Read through the lines below for the string "drizzle" and copy each one that has it.
[RECORDS FOR THIS EXERCISE]
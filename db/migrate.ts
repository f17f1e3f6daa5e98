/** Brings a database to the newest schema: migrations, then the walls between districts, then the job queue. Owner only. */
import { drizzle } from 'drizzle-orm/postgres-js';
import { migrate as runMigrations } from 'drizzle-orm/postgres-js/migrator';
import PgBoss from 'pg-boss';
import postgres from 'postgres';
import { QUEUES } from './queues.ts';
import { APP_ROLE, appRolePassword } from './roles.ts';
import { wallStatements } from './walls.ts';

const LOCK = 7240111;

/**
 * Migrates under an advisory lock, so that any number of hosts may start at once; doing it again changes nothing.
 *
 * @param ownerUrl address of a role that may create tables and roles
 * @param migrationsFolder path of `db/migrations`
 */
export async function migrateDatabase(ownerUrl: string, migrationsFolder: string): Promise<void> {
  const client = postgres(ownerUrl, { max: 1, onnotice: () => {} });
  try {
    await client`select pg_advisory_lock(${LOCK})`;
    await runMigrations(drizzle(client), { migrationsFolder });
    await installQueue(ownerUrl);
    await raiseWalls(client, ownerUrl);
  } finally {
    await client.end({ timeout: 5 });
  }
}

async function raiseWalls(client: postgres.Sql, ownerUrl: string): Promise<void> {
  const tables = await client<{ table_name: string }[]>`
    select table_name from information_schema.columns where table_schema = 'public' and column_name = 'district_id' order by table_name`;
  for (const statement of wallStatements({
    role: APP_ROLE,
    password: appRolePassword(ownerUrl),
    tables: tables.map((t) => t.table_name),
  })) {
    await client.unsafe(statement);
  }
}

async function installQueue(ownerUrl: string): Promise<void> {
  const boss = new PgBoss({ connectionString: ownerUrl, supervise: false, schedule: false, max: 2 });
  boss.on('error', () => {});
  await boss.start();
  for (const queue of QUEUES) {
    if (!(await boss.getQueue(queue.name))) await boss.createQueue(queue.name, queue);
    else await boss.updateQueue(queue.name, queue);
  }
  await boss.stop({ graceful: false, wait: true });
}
[/RECORDS FOR THIS EXERCISE]
◆ SOLUTION BELOW:
import { drizzle } from 'drizzle-orm/postgres-js';
import { migrate as runMigrations } from 'drizzle-orm/postgres-js/migrator';
    await runMigrations(drizzle(client), { migrationsFolder });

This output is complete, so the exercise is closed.